#### [Required work]
Only one stretch of the data below is wanted: the lines from the one with "for sight in" through the one with "if board.output_enable is", repeated exactly.

↓

"""Probes of the robot: configuration, calibration, driver, bus devices, boards, GPIO lines.

Nothing is written to a board, and none is touched while a service may hold it.
"""

from __future__ import annotations

import stat
from collections.abc import Iterator
from datetime import datetime

from hobnail.config import load_robot
from hobnail.config.calibration import calibration_path
from hobnail.errors import ConfigError, DriverUnavailableError
from hobnail.service.drivers import make_driver
from hobnail.workshop.doctor.case import Case
from hobnail.workshop.doctor.findings import Finding, fine, mend, note
from hobnail.workshop.doctor.world import User
from hobnail_drivers.errors import BusError, DriverError, MissingLibraryError

OURS = ("hobnail", "hobnail-stop")  # what the service calls itself on a GPIO line
SHOWN = 3  # problems of a file; `hobnail check` tells all


def configuration(case: Case) -> Iterator[Finding]:
    """The configuration, with its calibration where there is one."""
    path = case.config_path()
    if path is None:
        yield note(
            "configuration",
            "none named, and none where a service would have it: what hangs on it is not looked at",
            "`hobnail doctor my-robot.yaml`",
        )
        return
    try:
        case.robot = load_robot(path)
    except ConfigError as error:
        for problem in error.problems[:SHOWN]:
            yield mend("configuration", str(problem), f"`hobnail check {path}`")
        if len(error.problems) > SHOWN:
            more = len(error.problems) - SHOWN
            yield mend("configuration", f"{more} more to mend", f"`hobnail check {path}`")
        return
    yield fine("configuration", f"{path}: {case.robot.name}, {len(case.robot.joints)} servos")


def calibration(case: Case) -> Iterator[Finding]:
    """What was measured on the bench, where real servos are driven; that it is valid is known by now."""
    path = case.config_path()
    if path is None or case.robot is None or not case.is_hardware:
        return
    beside = calibration_path(path)
    try:
        written = datetime.fromtimestamp(beside.stat().st_mtime).astimezone()
    except FileNotFoundError:
        yield note(
            "calibration",
            f"there is no {beside.name}: horns and boards are taken to be as designed",
            f"`hobnail calibrate {path}`, on the bench, before it walks",
        )
    else:
        yield fine("calibration", f"{beside.name}, last changed {written:%Y-%m-%d %H:%M}")


def driver(case: Case) -> Iterator[Finding]:
    """The driver: known, importable, and of real boards or of a model."""
    name = case.driver_name()
    try:
        kind, _ = case.world.find_driver(name)
    except DriverUnavailableError as error:
        yield mend("driver", str(error), "correct the name after --driver, or install the driver's package")
        return
    case.is_hardware = not kind.is_model
    if kind.is_model:
        yield fine("driver", f"{name}: a model, no hardware is needed and none is looked for")
    else:
        yield fine("driver", f"{name}: real boards")


def devices(case: Case) -> Iterator[Finding]:
    """The device files of the buses, and whether the service's user may use them."""
    if not case.is_hardware or case.robot is None:
        return
    user = case.world.find_user(case.unit.get("User") or None) if case.is_installed else None
    user = user or case.world.find_user(None)
    groups = set(user.groups)
    for name in case.unit.get("SupplementaryGroups", "").split():
        groups.add(number if (number := case.world.group_number(name)) is not None else -1)
    buses = {board.bus for board in case.robot.boards}
    if case.robot.supply.monitor_bus is not None:
        buses.add(case.robot.supply.monitor_bus)
    for bus in sorted(buses):
        yield _device(case, f"/dev/i2c-{bus}", User(user.name, user.uid, frozenset(groups)))


def _device(case: Case, name: str, user: User) -> Finding:
    try:
        status = case.world.path(name).stat()
    except OSError as error:
        return mend(
            "bus",
            f"{name}: {error.strerror}",
            "switch I2C on in the computer's set-up, `modprobe i2c-dev`, or correct the bus number",
        )
    mode = status.st_mode
    may = (
        user.uid == 0
        or (status.st_uid == user.uid and mode & stat.S_IRUSR and mode & stat.S_IWUSR)
        or (status.st_gid in user.groups and mode & stat.S_IRGRP and mode & stat.S_IWGRP)
        or (mode & stat.S_IROTH and mode & stat.S_IWOTH)
    )
    if may:
        return fine("bus", f"{name} is there, and {user.name} may use it")
    return mend(
        "bus",
        f"{user.name} may not use {name} ({stat.filemode(mode)})",
        "install systemd/hobnail.rules, then `usermod -aG i2c USER` and log in again",
    )


def boards(case: Case) -> Iterator[Finding]:
    """Every board, through its driver, reading only."""
    if not case.is_hardware:
        return
    if case.state is not None:
        about = case.state.get("driver") or {}
        rates = ", ".join(f"{name} {rate:.1f} Hz" for name, rate in (about.get("frame_hz") or {}).items())
        told = f"not looked at: the service holds them; it says {rates or 'nothing of them'}"
        yield fine("boards", f"{told}, {about.get('frames', 0)} frames sent")
        return
    if case.busy_process is not None:
        yield note("boards", f"not looked at: process {case.busy_process} may hold them", "see socket, above")
        return
    if case.is_mute:
        yield note(
            "boards",
            "not looked at: a service may hold them, and it does not answer",
            "stop the service, then run this again",
        )
        return
    if case.robot is None:
        yield note("boards", "not looked at: there is no configuration that says where they are")
        return
    kind, argument = case.world.find_driver(case.driver_name())
    try:
        sights = make_driver(kind, case.robot, argument).survey()
    except MissingLibraryError as error:
        yield mend("boards", f"not looked at: {error}", "`pip install 'hobnail[hardware]'`")
        return
    except DriverError as error:
        yield mend("boards", str(error), "correct the configuration")
        return
    if not sights:
        yield note("boards", f"driver {case.driver_name()} cannot look at its boards without driving them")
    for sight in sights:
        if sight.problem:
            yield mend("boards", f"board {sight.board}, {sight.found}: {sight.problem}", sight.next)
        else:
            yield fine("boards", f"board {sight.board}, {sight.found}")


def lines(case: Case) -> Iterator[Finding]:
    """The GPIO lines of stop input and output enable: there, and free or held by the service."""
    if not case.is_hardware or case.robot is None:
        return
    wanted: dict[tuple[str, int], str] = {}
    stop = case.robot.safety.stop_input
    if stop is not None:
        wanted[stop.chip, stop.line] = "stop input"
    for board in case.robot.boards:
        if board.output_enable is not None:
            wanted[board.output_enable] = f"output enable of board {board.name}"
    for (chip, line), what in wanted.items():
        where = f"{what}, {chip} line {line}"
        try:
            holder = case.world.line_user(chip, line)
        except (BusError, MissingLibraryError) as error:
            advice = (error.strerror if isinstance(error, BusError) else None) or str(error)
            yield mend("lines", f"{where} cannot be looked at", advice)
            continue
        runs = case.state is not None or case.is_mute
        if holder is None:
            held = "free" if not runs else "free, though the service runs"
            yield (note if runs else fine)("lines", f"{where}: {held}")
        elif runs and holder in OURS:
            yield fine("lines", f"{where}: held by the service")
        else:
            yield mend("lines", f"{where}: held by {holder}", "end what holds it: `gpioinfo` shows it")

↑

#### [Exercise response]
    for sight in sights:
        if sight.problem:
            yield mend("boards", f"board {sight.board}, {sight.found}: {sight.problem}", sight.next)
        else:
            yield fine("boards", f"board {sight.board}, {sight.found}")


def lines(case: Case) -> Iterator[Finding]:
    """The GPIO lines of stop input and output enable: there, and free or held by the service."""
    if not case.is_hardware or case.robot is None:
        return
    wanted: dict[tuple[str, int], str] = {}
    stop = case.robot.safety.stop_input
    if stop is not None:
        wanted[stop.chip, stop.line] = "stop input"
    for board in case.robot.boards:
        if board.output_enable is not None:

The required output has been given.